- What this task involves -
Working down the material below, reproduce exactly every line from the one containing "match (from.threshold, to.threshold)" to the last line, and only those.

- Provided information -
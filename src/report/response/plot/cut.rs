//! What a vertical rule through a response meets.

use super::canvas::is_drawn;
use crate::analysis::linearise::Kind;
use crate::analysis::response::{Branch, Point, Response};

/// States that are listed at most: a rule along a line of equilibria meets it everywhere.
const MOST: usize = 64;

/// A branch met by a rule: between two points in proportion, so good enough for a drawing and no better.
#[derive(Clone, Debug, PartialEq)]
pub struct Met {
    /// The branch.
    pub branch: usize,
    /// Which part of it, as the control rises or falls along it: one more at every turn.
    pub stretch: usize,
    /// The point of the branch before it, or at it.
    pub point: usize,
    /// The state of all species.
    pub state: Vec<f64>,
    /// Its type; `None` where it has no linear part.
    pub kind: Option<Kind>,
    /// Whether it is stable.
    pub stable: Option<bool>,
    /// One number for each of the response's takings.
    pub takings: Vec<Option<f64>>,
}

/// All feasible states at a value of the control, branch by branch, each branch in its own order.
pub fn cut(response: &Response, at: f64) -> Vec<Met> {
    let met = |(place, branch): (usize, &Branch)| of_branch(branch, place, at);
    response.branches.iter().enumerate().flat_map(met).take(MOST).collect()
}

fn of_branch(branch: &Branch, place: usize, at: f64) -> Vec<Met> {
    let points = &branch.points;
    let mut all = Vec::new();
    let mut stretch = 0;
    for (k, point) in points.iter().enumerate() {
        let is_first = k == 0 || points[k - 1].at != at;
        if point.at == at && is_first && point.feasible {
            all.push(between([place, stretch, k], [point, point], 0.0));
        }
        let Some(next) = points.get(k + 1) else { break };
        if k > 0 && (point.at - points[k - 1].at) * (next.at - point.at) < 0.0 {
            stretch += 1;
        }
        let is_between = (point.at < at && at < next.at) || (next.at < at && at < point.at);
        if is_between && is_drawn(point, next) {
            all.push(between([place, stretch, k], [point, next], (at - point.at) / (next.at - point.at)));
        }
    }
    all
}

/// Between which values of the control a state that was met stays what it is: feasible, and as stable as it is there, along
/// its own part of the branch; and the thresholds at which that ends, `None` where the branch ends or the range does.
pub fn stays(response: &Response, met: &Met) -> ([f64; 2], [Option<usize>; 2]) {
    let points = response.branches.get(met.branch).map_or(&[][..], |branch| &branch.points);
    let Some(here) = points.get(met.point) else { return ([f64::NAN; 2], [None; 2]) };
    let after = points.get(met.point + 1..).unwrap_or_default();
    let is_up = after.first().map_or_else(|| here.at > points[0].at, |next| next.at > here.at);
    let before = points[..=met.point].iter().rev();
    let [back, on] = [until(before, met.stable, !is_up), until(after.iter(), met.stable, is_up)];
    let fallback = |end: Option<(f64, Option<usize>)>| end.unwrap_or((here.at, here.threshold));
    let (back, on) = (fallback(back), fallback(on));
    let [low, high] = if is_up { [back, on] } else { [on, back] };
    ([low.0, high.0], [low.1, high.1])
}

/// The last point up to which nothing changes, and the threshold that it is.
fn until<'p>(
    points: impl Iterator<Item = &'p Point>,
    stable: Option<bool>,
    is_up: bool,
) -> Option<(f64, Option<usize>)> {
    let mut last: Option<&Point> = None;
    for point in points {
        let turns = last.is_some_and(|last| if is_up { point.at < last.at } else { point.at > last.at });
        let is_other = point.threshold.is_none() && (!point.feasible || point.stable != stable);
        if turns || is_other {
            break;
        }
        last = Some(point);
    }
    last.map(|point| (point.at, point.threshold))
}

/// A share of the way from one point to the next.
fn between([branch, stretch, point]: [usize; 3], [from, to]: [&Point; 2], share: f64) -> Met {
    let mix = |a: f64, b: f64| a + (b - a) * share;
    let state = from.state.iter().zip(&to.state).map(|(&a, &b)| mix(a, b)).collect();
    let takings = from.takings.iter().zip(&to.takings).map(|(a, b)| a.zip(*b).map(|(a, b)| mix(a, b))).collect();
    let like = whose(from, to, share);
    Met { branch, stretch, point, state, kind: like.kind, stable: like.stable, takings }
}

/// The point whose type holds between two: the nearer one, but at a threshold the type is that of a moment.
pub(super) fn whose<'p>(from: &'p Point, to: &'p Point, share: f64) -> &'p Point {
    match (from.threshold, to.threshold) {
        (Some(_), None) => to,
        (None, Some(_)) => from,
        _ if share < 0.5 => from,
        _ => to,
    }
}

- Result of the exercise -
    match (from.threshold, to.threshold) {
        (Some(_), None) => to,
        (None, Some(_)) => from,
        _ if share < 0.5 => from,
        _ => to,
    }
}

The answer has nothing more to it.